Steps 5 – 6: Phase of Data Publication

Now that we can be sure that all business keys in our staging table can be associated with their corresponding dimensions, we can continue with the publication in the facts table.

The first step in this process is to search for foreign keys for these business keys. This can be done within a single publication step, but a large number of connections in the query often make this approach for mainaine demanding. For this reason, we could take less efficient but easier to comprehend and adjust access to searching foreign key values one business key at once and attach these values to our staging table:

Again, we use naming conventions to make this logic easier to implement. Because for the date is A dimension of playing roles Therefore, it monitors convention with more variable names, implementing slightly different logic for these business keys.

At this point, our staging table is placed in business keys and alternative key values along with our measures, degenerated fields of dimensions and Lastmodifieddate Value extracted from our source system. To make more manager, we should match the available fields with those supported by the facts table. To do this we have to drop from the business keys:

NOTE: Tea source The data frame is defined in the previous code block.

After aligning the fields, the publication step is simple. We compare our records of the inability in the table of reality based on fields of degenerated dimensions that serve as the only identifier for our facts on facts, and then update or insert values as needed:

The next steps

We hope that this blog series was for those who see that they are informative on the databricks platform.
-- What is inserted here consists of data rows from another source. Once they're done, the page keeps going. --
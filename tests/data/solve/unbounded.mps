NAME          unbounded
ROWS
 N  cost
 L  a
COLUMNS
    x         cost      -1             a         1
    y         cost      -1             a         -1
RHS
    rhs       a         1
ENDATA
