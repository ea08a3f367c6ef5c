NAME          chvatal-integer
OBJSENSE
    MAX
ROWS
 N  profit
 L  r1
 L  r2
 L  r3
COLUMNS
    MARKER                 'MARKER'                 'INTORG'
    x1        profit    5              r1        2
    x1        r2        4              r3        3
    x2        profit    4              r1        3
    x2        r2        1              r3        4
    MARKER                 'MARKER'                 'INTEND'
    x3        profit    3              r1        1
    x3        r2        2              r3        2
RHS
    rhs       r1        5              r2        11
    rhs       r3        8
ENDATA
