def axial_logpdf(residual_deg: ArrayLike, sigma_deg: ArrayLike) -> np.ndarray:
    """Log density (per degree) of an axial residual: von Mises on the doubled angle.

    kappa = 1 / (4 sigma^2) with sigma in radians (:func:`von_mises_kappa`), so that for
    small sigma the density is the Gaussian exp(-r^2 / 2 sigma^2) / (sqrt(2 pi) sigma); for
    large sigma it tends to the uniform 1/180 per degree.

    Parameters
    ----------
    residual_deg : array_like
        Observed - predicted axial angle, degrees (any range; the density has period 180).
    sigma_deg : array_like
        One-sigma spread, degrees (broadcast against ``residual_deg``).

    Returns
    -------
    ndarray
        Log density per degree, the broadcast shape of the inputs.

    Examples
    --------
    >>> import math
    >>> round(float(axial_logpdf(0.0, 0.5)), 4) == round(-math.log(math.sqrt(2 * math.pi) * 0.5), 4)
    True
    >>> abs(round(float(axial_logpdf(45.0, 1e4)) + math.log(180.0), 6))
    0.0
    """
    r = np.radians(np.asarray(residual_deg, float))
    kappa = von_mises_kappa(sigma_deg)
    # density per radian of the axial angle (period pi): exp(k cos 2r) / (pi I0(k))
    logp = kappa * (np.cos(2.0 * r) - 1.0) - np.log(np.pi * i0e(kappa))
    return logp + math.log(math.pi / 180.0)


def predicted_trace_sigma(inclination_deg: ArrayLike, orientation_sigma_deg: float, slope: ArrayLike = 1.0) -> np.ndarray:
    """Spread (deg) of a predicted trace angle from orientation uncertainty.

    Parameters
    ----------
    inclination_deg : array_like
        Plane inclination to the surface, degrees (90 = upright).
    orientation_sigma_deg : float
        One-sigma small rotation about each sample axis, degrees.
    slope : array_like
        d(apparent angle)/d(true angle) of the stage tilt (1 without tilt).

    Returns
    -------
    ndarray
        sigma_orient * |slope| / sin(inclination), degrees, the broadcast shape of the inputs
        (first order; large values mean the trace is ill-defined).

    Examples
    --------
    >>> print(np.round(predicted_trace_sigma([90.0, 30.0], 1.0), 3))
    [1. 2.]
    """
    s = np.maximum(np.sin(np.radians(np.asarray(inclination_deg, float))), _MIN_SIN)
    return float(orientation_sigma_deg) * np.abs(np.asarray(slope, float)) / s


def candidate_prior(plane_ids: ArrayLike, p_none: float, drive: ArrayLike | None = None,
                    schmid_weight: float = 0.0, share: ArrayLike | None = None) -> np.ndarray:
    """Prior probability of every candidate; the candidates share 1 - ``p_none``.

    In proportion to ``share`` (the matcher passes the system-family shares of
    :func:`tracefit.matching.candidates.system_family_prior`); without it equal per distinct
    plane, split equally among the modes on that plane. With ``schmid_weight = k > 0`` and a
    ``drive`` each weight is multiplied by max(drive, 0.02)^k and the total renormalised to
    1 - p_none.

    Parameters
    ----------
    plane_ids : array_like of int, shape (P,)
        Distinct-plane index of every candidate (slip and twin on one plane share it).
    p_none : float
        Prior of "none of these", in [0, 1).
    drive : array_like, shape (P,), optional
        Best Schmid factor (or Schmid-like scaled resolved shear) of each candidate, >= 0.
    schmid_weight : float
        Exponent k of the Schmid prior (0 = off).
    share : array_like, shape (P,), optional
        Relative prior weight of every candidate (>= 0, not all 0).

    Returns
    -------
    ndarray, shape (P,)
        Prior probabilities, summing to 1 - p_none.

    Examples
    --------
    >>> print(candidate_prior([0, 0, 1], 0.1))
    [0.225 0.225 0.45 ]
    >>> print(candidate_prior([0, 0, 1], 0.1, share=[1, 1, 2]))
    [0.225 0.225 0.45 ]
    """
    ids = np.asarray(plane_ids, int)
    if share is not None:
        w = np.asarray(share, float)
        prior = (1.0 - p_none) * w / w.sum()
    else:
        npl = int(ids.max()) + 1
        counts = np.bincount(ids, minlength=npl)
        prior = (1.0 - p_none) / npl / counts[ids]
    if schmid_weight and drive is not None:
        w = np.maximum(np.asarray(drive, float), MIN_SCHMID_PRIOR) ** float(schmid_weight)
        prior = prior * w
        prior = prior / prior.sum() * (1.0 - p_none)  # the candidates keep their total 1 - p_none
    return prior


def candidate_log_prior(plane_ids: ArrayLike, p_none: float, drive: ArrayLike | None = None,
                        schmid_weight: float = 0.0, share: ArrayLike | None = None) -> np.ndarray:
    """Log of :func:`candidate_prior` (floored at 1e-300, so always finite).

    Parameters
    ----------
    plane_ids, p_none, drive, schmid_weight, share
        As :func:`candidate_prior`.

    Returns
    -------
    ndarray, shape (P,)
        Natural log of each candidate's prior probability.

    Examples
    --------
    >>> print(np.round(np.exp(candidate_log_prior([0, 1, 2, 3], 0.0)), 3))
    [0.25 0.25 0.25 0.25]
    """
    return np.log(np.maximum(candidate_prior(plane_ids, p_none, drive, schmid_weight, share), 1e-300))


def none_log_density(p_none: float, support: float = 180.0) -> float:
    """Log of the "none of these" weight: prior ``p_none`` times a uniform density over ``support``.

    Parameters
    ----------
    p_none : float
        Prior probability of "none of these", in [0, 1).
    support : float
        Measure of the space the uniform density covers: 180 (degrees of an axial angle) for
        trace angles, 2 pi (steradians of a half sphere) for plane normals.

    Returns
    -------
    float
        log(p_none) - log(support); -inf for p_none = 0.

    Examples
    --------
    >>> round(none_log_density(0.05), 4)
    -8.1887
    >>> none_log_density(0.0)
    -inf
    """
    if p_none <= 0.0:
        return -math.inf
    return math.log(p_none) - math.log(support)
We expect a lot of experience with this data modeling approach and ETL workflows will find databricks known, accessible and capable of supporting long -established patterns with minimal change compared to what could be implemented on RDBMS platforms. If there are changes such as the ability to implement the logic of workflow using a combination of Python and SQL, we hope that data engineers consider it to implement and support their work over time.

You want to know more about databricks sql, visit our Site Now read the documentation. You can also see Tour of the product for databricks sql. Suppose you want to migrate your existing warehouse for a high -performance and server without a server with a great user experience and a lower total number of costs. In this case, the solution of the databricks SQL – the solution – is Try it free of charge.